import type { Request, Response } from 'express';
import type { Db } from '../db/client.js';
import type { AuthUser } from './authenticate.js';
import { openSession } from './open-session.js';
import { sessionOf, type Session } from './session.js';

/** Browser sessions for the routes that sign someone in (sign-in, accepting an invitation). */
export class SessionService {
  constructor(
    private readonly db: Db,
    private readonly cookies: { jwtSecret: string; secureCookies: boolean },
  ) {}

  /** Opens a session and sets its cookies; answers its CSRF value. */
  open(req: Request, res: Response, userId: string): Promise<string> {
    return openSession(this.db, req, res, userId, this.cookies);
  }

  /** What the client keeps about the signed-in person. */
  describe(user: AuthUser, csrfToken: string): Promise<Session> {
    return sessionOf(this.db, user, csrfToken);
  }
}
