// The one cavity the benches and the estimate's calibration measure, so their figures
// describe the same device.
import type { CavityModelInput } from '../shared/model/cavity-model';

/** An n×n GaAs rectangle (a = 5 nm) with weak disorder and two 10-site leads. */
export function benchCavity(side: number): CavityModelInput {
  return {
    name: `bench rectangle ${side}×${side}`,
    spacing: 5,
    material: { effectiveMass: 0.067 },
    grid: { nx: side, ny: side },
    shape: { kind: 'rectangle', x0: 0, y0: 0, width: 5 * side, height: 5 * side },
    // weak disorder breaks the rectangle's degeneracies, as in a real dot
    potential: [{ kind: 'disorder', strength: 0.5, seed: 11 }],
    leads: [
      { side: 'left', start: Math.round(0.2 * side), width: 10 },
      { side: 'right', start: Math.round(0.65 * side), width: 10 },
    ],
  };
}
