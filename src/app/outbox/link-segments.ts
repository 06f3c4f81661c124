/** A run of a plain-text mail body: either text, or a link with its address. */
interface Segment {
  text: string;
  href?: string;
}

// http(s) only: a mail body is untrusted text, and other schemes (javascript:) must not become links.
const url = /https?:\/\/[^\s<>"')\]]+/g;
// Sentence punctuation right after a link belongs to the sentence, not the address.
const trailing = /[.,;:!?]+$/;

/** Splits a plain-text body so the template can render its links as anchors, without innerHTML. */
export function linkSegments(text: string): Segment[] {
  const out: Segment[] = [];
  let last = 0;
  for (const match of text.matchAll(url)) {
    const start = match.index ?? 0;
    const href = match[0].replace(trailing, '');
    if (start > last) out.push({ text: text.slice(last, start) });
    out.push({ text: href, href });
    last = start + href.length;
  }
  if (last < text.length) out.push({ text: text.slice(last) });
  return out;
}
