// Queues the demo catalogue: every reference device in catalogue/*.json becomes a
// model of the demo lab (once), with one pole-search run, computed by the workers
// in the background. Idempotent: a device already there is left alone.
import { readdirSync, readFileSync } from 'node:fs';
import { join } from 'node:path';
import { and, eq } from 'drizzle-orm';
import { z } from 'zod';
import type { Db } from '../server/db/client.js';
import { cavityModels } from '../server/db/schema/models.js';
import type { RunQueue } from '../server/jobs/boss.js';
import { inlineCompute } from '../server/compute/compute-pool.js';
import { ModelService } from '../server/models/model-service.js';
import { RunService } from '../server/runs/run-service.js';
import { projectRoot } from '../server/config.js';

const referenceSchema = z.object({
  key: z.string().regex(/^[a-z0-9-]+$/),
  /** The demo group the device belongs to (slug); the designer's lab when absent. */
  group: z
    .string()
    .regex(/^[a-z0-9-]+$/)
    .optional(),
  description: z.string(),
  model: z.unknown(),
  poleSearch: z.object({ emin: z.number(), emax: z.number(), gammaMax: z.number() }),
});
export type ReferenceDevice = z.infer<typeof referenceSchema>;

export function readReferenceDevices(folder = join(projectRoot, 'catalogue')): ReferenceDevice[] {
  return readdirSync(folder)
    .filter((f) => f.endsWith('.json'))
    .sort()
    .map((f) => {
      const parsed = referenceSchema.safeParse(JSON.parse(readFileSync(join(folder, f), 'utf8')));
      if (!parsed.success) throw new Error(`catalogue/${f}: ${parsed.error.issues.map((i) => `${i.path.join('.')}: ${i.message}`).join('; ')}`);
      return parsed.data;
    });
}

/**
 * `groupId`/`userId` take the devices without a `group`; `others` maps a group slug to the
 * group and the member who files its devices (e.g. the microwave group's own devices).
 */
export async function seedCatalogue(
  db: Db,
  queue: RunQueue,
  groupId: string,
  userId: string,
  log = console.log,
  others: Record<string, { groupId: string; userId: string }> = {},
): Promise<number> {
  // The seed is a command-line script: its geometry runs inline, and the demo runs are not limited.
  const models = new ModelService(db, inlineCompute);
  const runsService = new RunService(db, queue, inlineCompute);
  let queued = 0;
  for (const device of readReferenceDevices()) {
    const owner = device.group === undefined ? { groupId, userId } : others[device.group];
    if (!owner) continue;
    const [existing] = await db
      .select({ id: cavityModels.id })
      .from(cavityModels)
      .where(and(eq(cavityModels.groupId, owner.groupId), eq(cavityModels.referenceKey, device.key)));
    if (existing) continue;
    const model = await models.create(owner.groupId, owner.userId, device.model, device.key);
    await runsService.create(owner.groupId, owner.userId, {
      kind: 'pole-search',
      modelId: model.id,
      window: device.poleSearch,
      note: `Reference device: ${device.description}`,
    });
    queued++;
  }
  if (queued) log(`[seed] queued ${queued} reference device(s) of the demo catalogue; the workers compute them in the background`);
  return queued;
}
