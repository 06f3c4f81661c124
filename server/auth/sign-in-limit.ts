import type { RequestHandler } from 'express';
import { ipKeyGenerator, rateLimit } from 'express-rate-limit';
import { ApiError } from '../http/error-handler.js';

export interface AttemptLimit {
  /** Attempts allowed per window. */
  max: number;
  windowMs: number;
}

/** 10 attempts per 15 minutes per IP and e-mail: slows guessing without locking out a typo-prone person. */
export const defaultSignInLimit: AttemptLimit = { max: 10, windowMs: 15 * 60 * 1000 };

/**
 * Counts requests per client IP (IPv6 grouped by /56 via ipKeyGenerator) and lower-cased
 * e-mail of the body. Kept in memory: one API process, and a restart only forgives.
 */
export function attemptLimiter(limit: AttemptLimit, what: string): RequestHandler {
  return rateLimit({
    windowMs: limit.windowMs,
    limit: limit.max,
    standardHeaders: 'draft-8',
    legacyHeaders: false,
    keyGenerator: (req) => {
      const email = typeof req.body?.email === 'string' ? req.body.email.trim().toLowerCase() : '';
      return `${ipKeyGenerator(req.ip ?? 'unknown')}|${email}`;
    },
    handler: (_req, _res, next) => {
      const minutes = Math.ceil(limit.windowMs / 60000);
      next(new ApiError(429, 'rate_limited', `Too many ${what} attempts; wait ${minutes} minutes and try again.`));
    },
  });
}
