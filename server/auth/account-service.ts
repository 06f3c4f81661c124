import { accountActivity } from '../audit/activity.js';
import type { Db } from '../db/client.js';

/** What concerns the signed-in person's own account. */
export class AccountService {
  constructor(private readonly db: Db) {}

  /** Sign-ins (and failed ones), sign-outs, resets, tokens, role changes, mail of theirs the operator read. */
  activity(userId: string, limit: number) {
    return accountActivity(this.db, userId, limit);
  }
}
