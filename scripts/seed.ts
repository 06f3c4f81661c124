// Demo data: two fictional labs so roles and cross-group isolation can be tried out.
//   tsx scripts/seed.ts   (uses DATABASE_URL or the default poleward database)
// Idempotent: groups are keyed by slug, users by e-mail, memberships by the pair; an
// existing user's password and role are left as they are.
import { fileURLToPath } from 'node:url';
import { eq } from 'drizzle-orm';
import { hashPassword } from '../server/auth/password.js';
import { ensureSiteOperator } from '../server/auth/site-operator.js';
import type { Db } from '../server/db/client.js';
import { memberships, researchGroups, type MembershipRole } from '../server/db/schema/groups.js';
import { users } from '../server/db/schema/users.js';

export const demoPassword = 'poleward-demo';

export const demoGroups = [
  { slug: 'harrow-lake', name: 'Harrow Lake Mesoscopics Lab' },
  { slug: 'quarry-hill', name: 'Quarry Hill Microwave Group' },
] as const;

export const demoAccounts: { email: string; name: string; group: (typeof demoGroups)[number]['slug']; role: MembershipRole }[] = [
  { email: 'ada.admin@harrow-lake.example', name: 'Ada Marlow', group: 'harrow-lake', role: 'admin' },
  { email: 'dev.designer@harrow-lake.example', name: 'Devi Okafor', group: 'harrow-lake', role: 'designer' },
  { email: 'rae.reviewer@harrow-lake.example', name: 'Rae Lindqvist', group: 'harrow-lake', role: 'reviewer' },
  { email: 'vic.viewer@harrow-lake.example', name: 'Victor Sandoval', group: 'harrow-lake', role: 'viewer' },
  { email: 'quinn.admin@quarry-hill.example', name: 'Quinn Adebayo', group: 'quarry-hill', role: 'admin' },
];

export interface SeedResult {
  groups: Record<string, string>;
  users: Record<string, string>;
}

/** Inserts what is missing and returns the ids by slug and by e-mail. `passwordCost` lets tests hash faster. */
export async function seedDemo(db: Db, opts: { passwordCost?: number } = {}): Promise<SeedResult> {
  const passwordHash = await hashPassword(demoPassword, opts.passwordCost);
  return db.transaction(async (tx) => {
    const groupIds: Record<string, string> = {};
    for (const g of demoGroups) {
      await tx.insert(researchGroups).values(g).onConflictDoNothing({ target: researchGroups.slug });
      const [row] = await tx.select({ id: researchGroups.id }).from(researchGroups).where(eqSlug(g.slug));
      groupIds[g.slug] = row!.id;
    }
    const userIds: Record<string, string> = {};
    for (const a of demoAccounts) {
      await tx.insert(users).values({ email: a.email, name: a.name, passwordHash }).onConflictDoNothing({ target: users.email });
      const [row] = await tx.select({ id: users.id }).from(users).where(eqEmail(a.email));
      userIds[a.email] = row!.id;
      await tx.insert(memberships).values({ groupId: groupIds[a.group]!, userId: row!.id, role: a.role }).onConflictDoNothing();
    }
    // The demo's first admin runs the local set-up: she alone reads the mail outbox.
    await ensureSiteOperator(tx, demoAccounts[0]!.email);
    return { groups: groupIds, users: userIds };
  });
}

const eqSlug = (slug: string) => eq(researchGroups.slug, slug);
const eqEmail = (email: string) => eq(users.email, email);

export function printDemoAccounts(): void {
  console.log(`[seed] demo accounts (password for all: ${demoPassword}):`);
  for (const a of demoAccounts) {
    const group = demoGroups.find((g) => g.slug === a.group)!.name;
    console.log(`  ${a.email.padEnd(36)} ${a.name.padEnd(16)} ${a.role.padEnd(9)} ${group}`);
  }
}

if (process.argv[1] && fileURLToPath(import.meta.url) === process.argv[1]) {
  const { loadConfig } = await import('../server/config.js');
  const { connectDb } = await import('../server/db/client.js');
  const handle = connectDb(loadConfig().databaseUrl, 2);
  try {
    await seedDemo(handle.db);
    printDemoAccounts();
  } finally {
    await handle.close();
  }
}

EXERCISE: Of the entries listed above, reproduce only the lines starting at the line containing "const minutes = Math.ceil(limit.windowMs" and ending at the line containing "string; name: string;". Include both, exactly as they stand.

SOLUTION TO THE EXERCISE:
      const minutes = Math.ceil(limit.windowMs / 60000);
      next(new ApiError(429, 'rate_limited', `Too many ${what} attempts; wait ${minutes} minutes and try again.`));
    },
  });
}
filename server/auth/account-service.ts
repository 06f3c4f81661c124
import { accountActivity } from '../audit/activity.js';
import type { Db } from '../db/client.js';

/** What concerns the signed-in person's own account. */
export class AccountService {
  constructor(private readonly db: Db) {}

  /** Sign-ins (and failed ones), sign-outs, resets, tokens, role changes, mail of theirs the operator read. */
  activity(userId: string, limit: number) {
    return accountActivity(this.db, userId, limit);
  }
}
filename scripts/seed.ts
repository 06f3c4f81661c124
// Demo data: two fictional labs so roles and cross-group isolation can be tried out.
//   tsx scripts/seed.ts   (uses DATABASE_URL or the default poleward database)
// Idempotent: groups are keyed by slug, users by e-mail, memberships by the pair; an
// existing user's password and role are left as they are.
import { fileURLToPath } from 'node:url';
import { eq } from 'drizzle-orm';
import { hashPassword } from '../server/auth/password.js';
import { ensureSiteOperator } from '../server/auth/site-operator.js';
import type { Db } from '../server/db/client.js';
import { memberships, researchGroups, type MembershipRole } from '../server/db/schema/groups.js';
import { users } from '../server/db/schema/users.js';

export const demoPassword = 'poleward-demo';

export const demoGroups = [
  { slug: 'harrow-lake', name: 'Harrow Lake Mesoscopics Lab' },
  { slug: 'quarry-hill', name: 'Quarry Hill Microwave Group' },
] as const;

export const demoAccounts: { email: string; name: string; group: (typeof demoGroups)[number]['slug']; role: MembershipRole }[] = [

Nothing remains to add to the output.